Updated: Had to fix a problem with my table. The percentage of cost burdened households was way too low because I had an oops in my formula. Also my totals for Monroe County were off. All fixed now. My point still stands – affordable housing is an issue throughout the Keys. It might be somewhat more of an issue in some areas, but there’s no justifying a massive tax spill in the Lower Keys – as happened with wastewater funding.
Nice editorial on KeysNews.com: Where do we go from here on housing issue?
They wrote a previous editorial that was a bit of mess. This one’s much better – much more coherent. It also offers ideas far more sensible than, “panic buy any apartment building that goes up for sale whether it makes any business sense or not just for the sake of doing something, anything“.
Some nuggets of wisdom from the new editorial:
Although there are many who believe that the private sector will eventually address the housing need and government shouldn’t get involved, that approach might be realistic in a different place, but it can’t work in the Keys. There are no nearby suburbs from which workers can commute. There aren’t large tracts of undeveloped land. The state limits on ROGOs, the limits on building heights, FEMA regulations for flooding and many other factors all create a situation unlike anywhere else in the continental U.S.
Therefore, normal market forces that typically allow housing supply to meet demand simply do not apply in the Keys. The reality is landlords cannot be forced to price rents at below-market rates nor are employers able to pay workers ever-increasing wages.

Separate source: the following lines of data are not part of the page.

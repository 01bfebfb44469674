/* Specific gravity and heavy-liquid degree Baume. */
#include <math.h>
#include <setjmp.h>
#include <stdarg.h>
#include <stddef.h>
#include <cmocka.h>

#include "calc_assert.h"
#include "hc_baume.h"
#include "hc_eos80.h"

static void definition(void **unused)
{
    (void)unused;
    /* deg Be = m (1 - 1/SG) (NBS Circular 59, 1916, heavy-liquid scale). */
    static const double moduli[] = {HC_BAUME_MODULUS_US, HC_BAUME_MODULUS_RATIONAL,
                                    HC_BAUME_MODULUS_GERLACH, HC_BAUME_MODULUS_DUTCH, 150.5};
    for (size_t i = 0; i < sizeof moduli / sizeof moduli[0]; i++) {
        double m = moduli[i], be;
        assert_int_equal(hc_baume_from_sg(1.0, m, &be), HC_OK);
        assert_near(be, 0.0, 1e-15);       /* water is 0 deg Be on every scale */
        assert_int_equal(hc_baume_from_sg(2.0, m, &be), HC_OK);
        assert_near(be, m / 2.0, 1e-12);   /* SG 2 is half the modulus */
    }
    assert_near(HC_BAUME_MODULUS_US, 145.0, 0.0);
    assert_near(HC_BAUME_MODULUS_RATIONAL, 144.3, 0.0);
    assert_near(HC_BAUME_MODULUS_GERLACH, 146.78, 0.0);
    assert_near(HC_BAUME_MODULUS_DUTCH, 144.0, 0.0);
}

static void domain_table_modulus_145(void **unused)
{
    (void)unused;
    /* The heavy-liquid conversion table with m = 145, computed from the
     * definition [C], given to 2 decimals; 1.2185 <-> 26.0 is also the
     * published halite point (Baseggio 1974, 4th Symp. on Salt) [S]. */
    static const struct { double sg, be; } cv[] = {
        {1.025, 3.54}, {1.214, 25.56}, {1.2185, 26.00}, {1.25, 29.00}, {1.30, 33.46},
    };
    for (size_t i = 0; i < sizeof cv / sizeof cv[0]; i++) {
        double be, sg;
        assert_int_equal(hc_baume_from_sg(cv[i].sg, 145.0, &be), HC_OK);
        assert_near(be, cv[i].be, 0.005);
        assert_int_equal(hc_sg_from_baume(cv[i].be, 145.0, &sg), HC_OK);
        assert_near(sg, cv[i].sg, 0.0001);
    }
}

static void round_trips(void **unused)
{
    (void)unused;
    static const double moduli[] = {144.0, 144.3, 145.0, 146.78};
    for (size_t i = 0; i < sizeof moduli / sizeof moduli[0]; i++)
        for (double sg = 1.0; sg <= 1.40; sg += 0.01) {
            double be, back;
            assert_int_equal(hc_baume_from_sg(sg, moduli[i], &be), HC_OK);
            assert_int_equal(hc_sg_from_baume(be, moduli[i], &back), HC_OK);
            assert_near(back, sg, 1e-13);
        }
}

static void scales_differ(void **unused)
{
    (void)unused;
    /* For the same SG a larger modulus reads more degrees (definition). */
    double be144, be145, be146;
    assert_int_equal(hc_baume_from_sg(1.2185, 144.3, &be144), HC_OK);
    assert_int_equal(hc_baume_from_sg(1.2185, 145.0, &be145), HC_OK);
    assert_int_equal(hc_baume_from_sg(1.2185, 146.78, &be146), HC_OK);
    assert_true(be144 < be145 && be145 < be146);
    assert_near(be146 - be145, 1.78 * (1.0 - 1.0 / 1.2185), 1e-12);
}

static void sg_at_reference_temperature(void **unused)
{
    (void)unused;
    /* SG(t/t) = rho(t) / rho_w(t); rho_w from SMOW (Bigg 1967). Pure water
     * is exactly 1 at every reference temperature. */
    static const double trefs[] = {HC_TREF_15C, HC_TREF_20C, HC_TREF_60F};
    for (size_t i = 0; i < sizeof trefs / sizeof trefs[0]; i++) {
        double sg;
        assert_int_equal(hc_baume_sg(hc_eos80_rho_water(trefs[i]), trefs[i], &sg), HC_OK);
        assert_near(sg, 1.0, 1e-15);
    }
    /* 60 degF is 15.5556 degC (definition of the Fahrenheit scale) */
    assert_near(HC_TREF_60F, 15.555555555556, 1e-9);
    /* 1225.0 kg/m3 at 20 degC over SMOW at 20 degC (998.2063 kg/m3, Bigg 1967) */
    double sg;
    assert_int_equal(hc_baume_sg(1225.0, 20.0, &sg), HC_OK);
    assert_near(sg, 1225.0 / 998.2063, 2e-6);
}

static void errors(void **unused)
{
    (void)unused;
    double v = 9.0;
    assert_int_equal(hc_baume_from_sg(NAN, 145, &v), HC_ERR_NOT_FINITE);
    assert_int_equal(hc_baume_from_sg(1.1, NAN, &v), HC_ERR_NOT_FINITE);
    assert_int_equal(hc_baume_from_sg(1.1, 0.0, &v), HC_ERR_ARGUMENT);
    assert_int_equal(hc_baume_from_sg(1.1, -145, &v), HC_ERR_ARGUMENT);
    assert_int_equal(hc_baume_from_sg(0.99, 145, &v), HC_ERR_DOMAIN);
    assert_int_equal(hc_sg_from_baume(INFINITY, 145, &v), HC_ERR_NOT_FINITE);
    assert_int_equal(hc_sg_from_baume(10, 0, &v), HC_ERR_ARGUMENT);
    assert_int_equal(hc_sg_from_baume(-1, 145, &v), HC_ERR_NEGATIVE);
    assert_int_equal(hc_sg_from_baume(145, 145, &v), HC_ERR_DOMAIN);
    assert_int_equal(hc_sg_from_baume(200, 145, &v), HC_ERR_DOMAIN);
    assert_int_equal(hc_baume_sg(NAN, 15, &v), HC_ERR_NOT_FINITE);
    assert_int_equal(hc_baume_sg(1000, NAN, &v), HC_ERR_NOT_FINITE);
    assert_int_equal(hc_baume_sg(0.0, 15, &v), HC_ERR_NEGATIVE);
    assert_int_equal(hc_baume_sg(1000, 60, &v), HC_ERR_TEMPERATURE_RANGE);
    assert_true(v == 9.0);
    assert_false(hc_baume_modulus_valid(0.0));
    assert_false(hc_baume_modulus_valid(NAN));
    assert_true(hc_baume_modulus_valid(145.0));
}

int main(void)
{
    const struct CMUnitTest tests[] = {
        cmocka_unit_test(definition),
        cmocka_unit_test(domain_table_modulus_145),
        cmocka_unit_test(round_trips),
        cmocka_unit_test(scales_differ),
        cmocka_unit_test(sg_at_reference_temperature),
        cmocka_unit_test(errors),
    };
    return cmocka_run_group_tests_name("baume", tests, NULL, NULL);
}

I must reluctantly admit this is true. The market favors high dollar properties right now – transient rentals, luxury homes, etc. Affordable housing doesn’t enter into the free-market equation at the moment.
Our governmental entities should actively create an environment that encourages private development of lower-cost housing, including zoning, building code amendments supporting construction of small, single units requiring one-quarter ROGO allocations, and loosening building height restrictions in certain areas must be considered. And crackdowns on illegal vacation rentals — even changing the rules governing short-term rentals — would go a long way toward freeing up available rental units for residents.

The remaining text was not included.